* Given records:
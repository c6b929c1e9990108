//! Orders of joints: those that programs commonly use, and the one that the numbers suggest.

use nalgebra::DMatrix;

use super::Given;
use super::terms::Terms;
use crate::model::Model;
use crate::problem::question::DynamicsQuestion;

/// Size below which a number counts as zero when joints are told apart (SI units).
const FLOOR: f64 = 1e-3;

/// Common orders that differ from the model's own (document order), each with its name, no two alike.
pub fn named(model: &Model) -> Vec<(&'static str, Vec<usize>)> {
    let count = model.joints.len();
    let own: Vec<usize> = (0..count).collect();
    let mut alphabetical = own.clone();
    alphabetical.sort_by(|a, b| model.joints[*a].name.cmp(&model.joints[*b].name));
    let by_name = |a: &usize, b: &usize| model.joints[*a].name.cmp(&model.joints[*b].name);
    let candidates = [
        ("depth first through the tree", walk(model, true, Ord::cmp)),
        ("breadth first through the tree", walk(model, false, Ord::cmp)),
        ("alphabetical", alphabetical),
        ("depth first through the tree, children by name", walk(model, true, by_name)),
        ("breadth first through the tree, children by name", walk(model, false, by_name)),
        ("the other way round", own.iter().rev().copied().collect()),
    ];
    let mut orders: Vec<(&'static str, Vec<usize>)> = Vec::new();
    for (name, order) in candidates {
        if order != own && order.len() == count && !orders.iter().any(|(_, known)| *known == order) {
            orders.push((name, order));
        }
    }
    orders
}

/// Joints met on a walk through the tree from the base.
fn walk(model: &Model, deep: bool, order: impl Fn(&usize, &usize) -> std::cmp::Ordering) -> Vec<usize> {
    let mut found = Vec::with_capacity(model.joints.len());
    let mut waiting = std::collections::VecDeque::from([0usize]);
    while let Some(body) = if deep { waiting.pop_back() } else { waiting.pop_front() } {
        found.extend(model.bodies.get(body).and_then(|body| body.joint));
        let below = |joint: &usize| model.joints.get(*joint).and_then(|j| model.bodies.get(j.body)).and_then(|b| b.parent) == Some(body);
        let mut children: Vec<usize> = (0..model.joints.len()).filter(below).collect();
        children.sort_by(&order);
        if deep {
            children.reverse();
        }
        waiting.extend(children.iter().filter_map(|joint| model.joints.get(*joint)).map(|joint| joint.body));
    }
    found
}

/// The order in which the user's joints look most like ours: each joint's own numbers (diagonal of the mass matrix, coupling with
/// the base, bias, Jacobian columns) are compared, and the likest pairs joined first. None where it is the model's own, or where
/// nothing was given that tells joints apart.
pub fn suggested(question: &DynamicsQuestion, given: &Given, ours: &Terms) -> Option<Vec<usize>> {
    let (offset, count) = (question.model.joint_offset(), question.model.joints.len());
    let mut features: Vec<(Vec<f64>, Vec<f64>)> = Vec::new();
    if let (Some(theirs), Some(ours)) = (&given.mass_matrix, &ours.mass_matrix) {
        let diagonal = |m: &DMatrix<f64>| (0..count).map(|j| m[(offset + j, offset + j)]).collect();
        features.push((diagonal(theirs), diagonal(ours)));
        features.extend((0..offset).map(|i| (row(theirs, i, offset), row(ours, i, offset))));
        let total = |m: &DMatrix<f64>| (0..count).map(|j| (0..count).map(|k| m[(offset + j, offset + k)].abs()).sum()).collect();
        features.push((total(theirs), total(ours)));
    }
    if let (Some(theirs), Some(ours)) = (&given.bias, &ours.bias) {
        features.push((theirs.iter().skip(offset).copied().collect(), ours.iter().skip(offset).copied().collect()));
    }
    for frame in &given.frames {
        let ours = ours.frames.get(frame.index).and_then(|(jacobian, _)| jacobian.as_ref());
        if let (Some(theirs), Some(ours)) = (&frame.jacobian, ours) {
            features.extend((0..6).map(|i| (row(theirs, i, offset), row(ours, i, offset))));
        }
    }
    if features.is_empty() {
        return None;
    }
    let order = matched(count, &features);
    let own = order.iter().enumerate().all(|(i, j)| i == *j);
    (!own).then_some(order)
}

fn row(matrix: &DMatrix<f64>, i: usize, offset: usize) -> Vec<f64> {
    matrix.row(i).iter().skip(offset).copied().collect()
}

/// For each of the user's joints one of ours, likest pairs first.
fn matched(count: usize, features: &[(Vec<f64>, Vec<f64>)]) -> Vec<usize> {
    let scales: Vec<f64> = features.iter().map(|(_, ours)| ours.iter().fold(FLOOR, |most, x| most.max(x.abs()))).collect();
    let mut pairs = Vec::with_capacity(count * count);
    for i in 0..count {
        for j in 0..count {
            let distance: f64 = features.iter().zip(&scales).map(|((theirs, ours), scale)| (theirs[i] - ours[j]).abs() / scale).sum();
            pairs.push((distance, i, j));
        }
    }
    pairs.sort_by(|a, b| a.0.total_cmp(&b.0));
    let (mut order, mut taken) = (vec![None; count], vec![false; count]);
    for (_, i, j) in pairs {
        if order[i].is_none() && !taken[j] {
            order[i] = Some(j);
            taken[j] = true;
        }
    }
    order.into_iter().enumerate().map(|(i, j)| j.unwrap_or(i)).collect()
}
* * *
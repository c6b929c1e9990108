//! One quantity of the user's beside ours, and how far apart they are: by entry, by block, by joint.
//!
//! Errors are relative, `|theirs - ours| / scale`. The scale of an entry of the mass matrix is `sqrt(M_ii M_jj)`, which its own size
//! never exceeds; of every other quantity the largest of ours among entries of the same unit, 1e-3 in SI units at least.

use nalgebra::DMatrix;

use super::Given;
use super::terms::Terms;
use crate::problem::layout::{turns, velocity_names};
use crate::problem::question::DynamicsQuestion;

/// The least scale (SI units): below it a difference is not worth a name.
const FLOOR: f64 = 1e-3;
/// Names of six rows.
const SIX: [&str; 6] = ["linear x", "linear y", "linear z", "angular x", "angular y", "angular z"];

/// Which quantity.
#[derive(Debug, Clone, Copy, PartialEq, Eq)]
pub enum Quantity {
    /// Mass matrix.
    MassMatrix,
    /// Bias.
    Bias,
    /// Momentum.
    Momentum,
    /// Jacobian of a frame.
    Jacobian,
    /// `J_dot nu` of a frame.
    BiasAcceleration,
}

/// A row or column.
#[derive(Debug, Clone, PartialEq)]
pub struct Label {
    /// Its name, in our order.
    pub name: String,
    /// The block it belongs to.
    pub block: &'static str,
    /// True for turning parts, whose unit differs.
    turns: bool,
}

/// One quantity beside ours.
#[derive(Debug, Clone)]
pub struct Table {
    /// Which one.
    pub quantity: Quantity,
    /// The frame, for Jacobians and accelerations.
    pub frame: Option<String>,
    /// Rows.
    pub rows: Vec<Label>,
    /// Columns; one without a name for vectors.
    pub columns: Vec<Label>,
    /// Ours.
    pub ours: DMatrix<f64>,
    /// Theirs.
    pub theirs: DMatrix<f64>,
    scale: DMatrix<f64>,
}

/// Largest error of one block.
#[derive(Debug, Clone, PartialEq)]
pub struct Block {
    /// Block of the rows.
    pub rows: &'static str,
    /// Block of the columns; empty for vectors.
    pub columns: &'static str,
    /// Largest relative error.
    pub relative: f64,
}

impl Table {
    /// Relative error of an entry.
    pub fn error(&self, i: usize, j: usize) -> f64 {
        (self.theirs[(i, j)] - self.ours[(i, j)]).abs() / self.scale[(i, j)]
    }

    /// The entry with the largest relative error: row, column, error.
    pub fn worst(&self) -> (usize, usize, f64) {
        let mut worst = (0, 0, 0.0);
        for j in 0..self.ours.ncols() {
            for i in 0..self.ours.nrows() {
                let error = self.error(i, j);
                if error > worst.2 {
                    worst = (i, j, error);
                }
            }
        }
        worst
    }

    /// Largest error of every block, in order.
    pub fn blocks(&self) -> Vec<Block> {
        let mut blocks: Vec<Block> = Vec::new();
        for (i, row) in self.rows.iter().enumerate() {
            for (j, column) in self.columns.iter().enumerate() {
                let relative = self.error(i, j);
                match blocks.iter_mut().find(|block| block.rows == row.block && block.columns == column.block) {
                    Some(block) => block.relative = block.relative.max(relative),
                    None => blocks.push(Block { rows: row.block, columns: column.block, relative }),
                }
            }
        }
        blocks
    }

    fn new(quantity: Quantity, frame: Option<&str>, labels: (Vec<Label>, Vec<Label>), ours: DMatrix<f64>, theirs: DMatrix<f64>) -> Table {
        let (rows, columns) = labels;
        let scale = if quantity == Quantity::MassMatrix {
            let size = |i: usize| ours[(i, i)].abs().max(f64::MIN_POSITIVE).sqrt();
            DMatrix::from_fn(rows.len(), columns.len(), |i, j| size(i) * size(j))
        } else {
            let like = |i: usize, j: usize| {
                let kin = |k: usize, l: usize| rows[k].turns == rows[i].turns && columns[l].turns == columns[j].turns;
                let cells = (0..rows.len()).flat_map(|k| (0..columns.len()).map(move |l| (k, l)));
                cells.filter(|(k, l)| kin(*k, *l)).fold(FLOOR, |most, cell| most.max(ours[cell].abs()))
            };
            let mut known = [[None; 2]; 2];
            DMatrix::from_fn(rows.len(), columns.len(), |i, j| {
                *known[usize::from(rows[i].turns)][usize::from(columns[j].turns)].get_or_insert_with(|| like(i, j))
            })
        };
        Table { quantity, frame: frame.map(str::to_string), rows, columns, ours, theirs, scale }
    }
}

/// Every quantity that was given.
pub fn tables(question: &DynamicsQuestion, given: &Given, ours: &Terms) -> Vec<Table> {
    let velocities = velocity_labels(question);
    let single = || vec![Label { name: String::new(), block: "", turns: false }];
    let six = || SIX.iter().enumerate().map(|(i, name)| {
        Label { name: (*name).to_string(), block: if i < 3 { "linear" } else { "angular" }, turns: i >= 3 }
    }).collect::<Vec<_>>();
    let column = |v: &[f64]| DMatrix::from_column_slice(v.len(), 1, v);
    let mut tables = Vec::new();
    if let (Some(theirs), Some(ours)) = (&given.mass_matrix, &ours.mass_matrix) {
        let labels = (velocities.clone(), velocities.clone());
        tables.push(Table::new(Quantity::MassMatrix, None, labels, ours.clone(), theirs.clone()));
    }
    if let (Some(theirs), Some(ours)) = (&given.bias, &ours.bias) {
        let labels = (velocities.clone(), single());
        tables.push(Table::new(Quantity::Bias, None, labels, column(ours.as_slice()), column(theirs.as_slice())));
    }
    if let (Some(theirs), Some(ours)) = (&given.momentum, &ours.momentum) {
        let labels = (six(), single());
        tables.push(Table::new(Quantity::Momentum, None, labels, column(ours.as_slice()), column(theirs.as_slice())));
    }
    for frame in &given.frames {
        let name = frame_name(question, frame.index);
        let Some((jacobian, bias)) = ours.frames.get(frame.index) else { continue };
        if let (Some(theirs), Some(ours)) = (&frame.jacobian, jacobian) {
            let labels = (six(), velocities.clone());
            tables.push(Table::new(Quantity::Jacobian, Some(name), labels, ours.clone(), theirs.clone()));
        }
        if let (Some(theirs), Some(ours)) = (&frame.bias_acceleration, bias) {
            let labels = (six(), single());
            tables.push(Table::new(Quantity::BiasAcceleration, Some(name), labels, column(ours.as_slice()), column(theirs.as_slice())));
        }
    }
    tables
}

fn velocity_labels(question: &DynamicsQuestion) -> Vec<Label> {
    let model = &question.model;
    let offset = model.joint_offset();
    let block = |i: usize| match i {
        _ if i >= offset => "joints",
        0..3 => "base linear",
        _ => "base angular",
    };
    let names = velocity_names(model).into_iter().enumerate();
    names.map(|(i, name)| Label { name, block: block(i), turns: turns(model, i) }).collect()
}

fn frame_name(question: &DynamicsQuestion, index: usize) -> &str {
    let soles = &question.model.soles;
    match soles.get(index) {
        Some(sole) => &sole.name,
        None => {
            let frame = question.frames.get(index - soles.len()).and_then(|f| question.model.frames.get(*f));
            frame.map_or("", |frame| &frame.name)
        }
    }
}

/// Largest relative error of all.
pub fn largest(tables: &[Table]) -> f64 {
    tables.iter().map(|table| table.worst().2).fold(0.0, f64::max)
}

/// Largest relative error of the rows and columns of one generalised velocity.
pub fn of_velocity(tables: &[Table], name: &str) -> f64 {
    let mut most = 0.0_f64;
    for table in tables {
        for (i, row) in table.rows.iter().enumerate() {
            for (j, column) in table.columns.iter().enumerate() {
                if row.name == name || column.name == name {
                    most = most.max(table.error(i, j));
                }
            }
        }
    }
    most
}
* * *
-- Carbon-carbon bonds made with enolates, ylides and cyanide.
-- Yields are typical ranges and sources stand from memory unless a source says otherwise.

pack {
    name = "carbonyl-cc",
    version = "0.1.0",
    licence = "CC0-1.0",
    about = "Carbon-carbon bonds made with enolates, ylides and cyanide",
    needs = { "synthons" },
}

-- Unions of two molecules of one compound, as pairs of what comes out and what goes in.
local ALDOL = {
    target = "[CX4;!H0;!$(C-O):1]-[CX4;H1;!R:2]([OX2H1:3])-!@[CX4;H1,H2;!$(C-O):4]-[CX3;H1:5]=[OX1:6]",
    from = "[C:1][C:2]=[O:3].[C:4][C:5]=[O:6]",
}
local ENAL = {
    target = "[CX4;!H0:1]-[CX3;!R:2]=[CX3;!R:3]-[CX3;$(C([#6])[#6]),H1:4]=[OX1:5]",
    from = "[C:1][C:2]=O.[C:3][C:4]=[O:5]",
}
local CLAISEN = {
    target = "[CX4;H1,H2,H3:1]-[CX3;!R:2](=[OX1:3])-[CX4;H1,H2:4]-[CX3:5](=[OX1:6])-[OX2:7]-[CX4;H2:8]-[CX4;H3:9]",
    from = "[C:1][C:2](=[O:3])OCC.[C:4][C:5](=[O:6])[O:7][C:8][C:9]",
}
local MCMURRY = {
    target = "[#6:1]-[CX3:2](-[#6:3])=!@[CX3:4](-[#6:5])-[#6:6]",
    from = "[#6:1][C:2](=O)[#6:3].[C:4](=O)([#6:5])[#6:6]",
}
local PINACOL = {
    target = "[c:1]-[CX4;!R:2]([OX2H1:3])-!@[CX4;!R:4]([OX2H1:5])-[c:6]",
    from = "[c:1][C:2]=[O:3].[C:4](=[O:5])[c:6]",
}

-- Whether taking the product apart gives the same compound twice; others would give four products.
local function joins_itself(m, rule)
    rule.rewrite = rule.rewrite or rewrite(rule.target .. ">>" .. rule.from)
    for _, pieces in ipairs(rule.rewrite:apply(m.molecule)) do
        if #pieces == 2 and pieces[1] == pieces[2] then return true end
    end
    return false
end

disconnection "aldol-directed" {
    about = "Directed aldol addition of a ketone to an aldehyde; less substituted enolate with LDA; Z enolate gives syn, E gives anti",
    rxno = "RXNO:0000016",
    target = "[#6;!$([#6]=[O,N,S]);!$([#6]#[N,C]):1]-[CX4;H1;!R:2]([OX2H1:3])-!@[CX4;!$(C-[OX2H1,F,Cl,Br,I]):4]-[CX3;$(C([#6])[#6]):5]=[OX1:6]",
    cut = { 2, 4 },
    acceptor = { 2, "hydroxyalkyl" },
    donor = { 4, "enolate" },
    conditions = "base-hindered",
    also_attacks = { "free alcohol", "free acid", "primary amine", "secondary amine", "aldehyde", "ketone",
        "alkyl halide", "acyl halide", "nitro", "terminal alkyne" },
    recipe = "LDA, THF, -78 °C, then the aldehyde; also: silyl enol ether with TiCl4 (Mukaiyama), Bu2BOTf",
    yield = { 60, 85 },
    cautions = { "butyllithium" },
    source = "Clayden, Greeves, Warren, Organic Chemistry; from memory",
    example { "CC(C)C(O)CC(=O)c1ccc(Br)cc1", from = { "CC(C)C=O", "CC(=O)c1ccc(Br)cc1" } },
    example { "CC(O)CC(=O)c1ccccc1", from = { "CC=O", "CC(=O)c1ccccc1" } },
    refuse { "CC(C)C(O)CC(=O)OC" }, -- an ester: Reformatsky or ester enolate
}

* Task to complete: Show the lines of the records that contain the word "FLOOR".

* Result for this task:
const FLOOR: f64 = 1e-3;
    let scales: Vec<f64> = features.iter().map(|(_, ours)| ours.iter().fold(FLOOR, |most, x| most.max(x.abs()))).collect();
const FLOOR: f64 = 1e-3;
                cells.filter(|(k, l)| kin(*k, *l)).fold(FLOOR, |most, cell| most.max(ours[cell].abs()))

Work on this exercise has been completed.